In this paper, an elastoplastic solution is developed for cylindrical cavity expansion in anisotropic unsaturated soils under constant water content conditions. The most prominent features of the solution can be attributed to 1) the stress–strain behaviour of unsaturated soil is subtly coupled with the saturation-suction behaviour; 2) both the mechanical and hydraulic behaviours are modelled as elastoplastic processes; and 3) an anisotropic critical state soil model for saturated soil is extended to an unsaturated situation to consider the effects of the initial stress anisotropy and stress-induced anisotropy of the natural unsaturated soils. The problem is formulated as a system of first-order differential equations and solved as an initial value problem. A numerical code that can judge the hydraulic yield condition of soil particles during the cavity expansion process is developed based on the Runge-Kutta algorithm to solve the governing equations. Parametric analyses, which cover a wide range of suctions, overconsolidation ratios, degrees of initial stress anisotropy, are conducted to investigate the effects of these important factors on the expansion responses in unsaturated soils. The proposed solution could potentially be applied to interpret pressuremeter tests and model pile installation effects in anisotropic unsaturated soils.

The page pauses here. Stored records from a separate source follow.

/**
 * --design means the same on every command: a number is a stored design's id,
 * anything else a design file (app/cli/design-option.ts). Through the real CLI
 * on a SQLite file and the simulated bench; a linear sweep has the --points it
 * was given. Common practice, no source.
 */
import { afterAll, describe, expect, it } from 'vitest';
import { spawnSync } from 'node:child_process';
import { writeFileSync } from 'node:fs';
import { join, resolve } from 'node:path';
import { SqliteStore } from '../../../app/store';
import { makeDesignFromTemplate } from '../../../app/circuit/templates';
import type { RunRecord } from '../../../app/record/model';
import { RECORD_SCHEMA } from '../../../app/record/json-record';
import { validateAgainstSchema } from '../../../app/record/schema-validator';
import { tempFolder } from './helpers';

const BIN = join(resolve(__dirname, '../../..'), 'app/cli/bin.mjs');

describe('--design ID|FILE', () => {
  const folder = tempFolder();
  afterAll(() => folder.remove());
  const file = join(folder.path, 'stage.json');
  writeFileSync(file, JSON.stringify(makeDesignFromTemplate('inverting-lowpass', {})));
  const db = join(folder.path, 'designs.sqlite');
  const rolloff = (...args: string[]) => {
    const result = spawnSync(process.execPath, [BIN, ...args, '--db', db], { encoding: 'utf8', timeout: 120_000 });
    expect(result.status, `${args.join(' ')}\n${result.stderr}`).toBe(0);
    return result.stdout;
  };

  it('build add takes a stored id or a file; build list takes either and finds the same builds', () => {
    expect(rolloff('design', 'add', file)).toMatch(/^design 1 /);
    expect(rolloff('build', 'add', '--design', '1', '--label', 'by id')).toMatch(/of design 1 stored/);
    expect(rolloff('build', 'add', '--design', file, '--label', 'by file')).toMatch(/of design 2 stored/);
    expect(rolloff('build', 'list', '--design', '2')).not.toMatch(/by id/);
    const byFile = rolloff('build', 'list', '--design', file);
    expect(byFile).toMatch(/by id/);
    expect(byFile).toMatch(/by file/);
  });

  it('sweep --design ID sweeps a new build of the stored design, storing no second copy; --linear --points N', async () => {
    const out = rolloff('sweep', '--design', '1', '--label', 'swept', '--simulated', '--time-scale', '50', '--max-stimulus', '1',
      '--from', '100', '--to', '1k', '--linear', '--points', '5', '--no-refine', '--json');
    // sweep --json prints the run's JSON record: keys that name their quantity and unit, valid against the record schema.
    const record = JSON.parse(out) as RunRecord;
    expect(validateAgainstSchema(record, RECORD_SCHEMA)).toEqual([]);
    expect(record.run.plan.spacing).toBe('linear');
    expect(record.run.plan.points).toBe(5);
    expect(record.points.stimulus).toEqual([100, 325, 550, 775, 1000]);
    expect(Object.keys(record.points)).toEqual(expect.arrayContaining(['stimulusSettingVpp', 'outputVPeak']));
    expect(Object.keys(record.points)).not.toEqual(expect.arrayContaining(['outputV']));
    // show --json prints the same record of the same run (only the moment it was written differs).
    const shown = JSON.parse(rolloff('show', String(record.run.id), '--json')) as RunRecord;
    expect({ ...shown, generatedAt: '' }).toEqual({ ...record, generatedAt: '' });
    const store = SqliteStore.open(db, { readonly: true });
    try {
      expect((await store.listDesigns()).map((d) => d.id)).toEqual([1, 2]);
      expect((await store.listBuilds(1)).map((b) => b.label)).toContain('swept');
    } finally {
      await store.close();
    }
  });

  it('theory takes a stored id as it takes a file', () => {
    const fromStore = rolloff('theory', '1', '--summary');
    const fromFile = rolloff('theory', file, '--summary');
    expect(fromStore).toBe(fromFile);
    expect(fromStore).toMatch(/Pass-band gain/);
  });
});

在本文中，为在恒定含水量条件下各向异性非饱和土壤中的圆柱形空腔膨胀开发了一种弹塑性解决方案。该解决方案最突出的特点可归因于：1）非饱和土的应力-应变行为与饱和-吸力行为微妙地耦合；2) 机械和水力行为都被建模为弹塑性过程；3) 将饱和土的各向异性临界状态土模型扩展到非饱和情况，考虑天然非饱和土的初始应力各向异性和应力诱导各向异性的影响。该问题被表述为一阶微分方程组，并作为初值问题求解。基于Runge-Kutta算法，开发了一种能够判断空腔膨胀过程中土颗粒水力屈服条件的数值代码，求解控制方程。参数分析涵盖了广泛的吸力、过固结比、初始应力各向异性程度，以研究这些重要因素对非饱和土膨胀响应的影响。所提出的解决方案有可能用于解释各向异性非饱和土壤中的压力计测试和模型桩安装效果。进行了研究这些重要因素对非饱和土壤膨胀响应的影响。所提出的解决方案有可能用于解释各向异性非饱和土壤中的压力计测试和模型桩安装效果。进行了研究这些重要因素对非饱和土壤膨胀响应的影响。所提出的解决方案有可能用于解释各向异性非饱和土壤中的压力计测试和模型桩安装效果。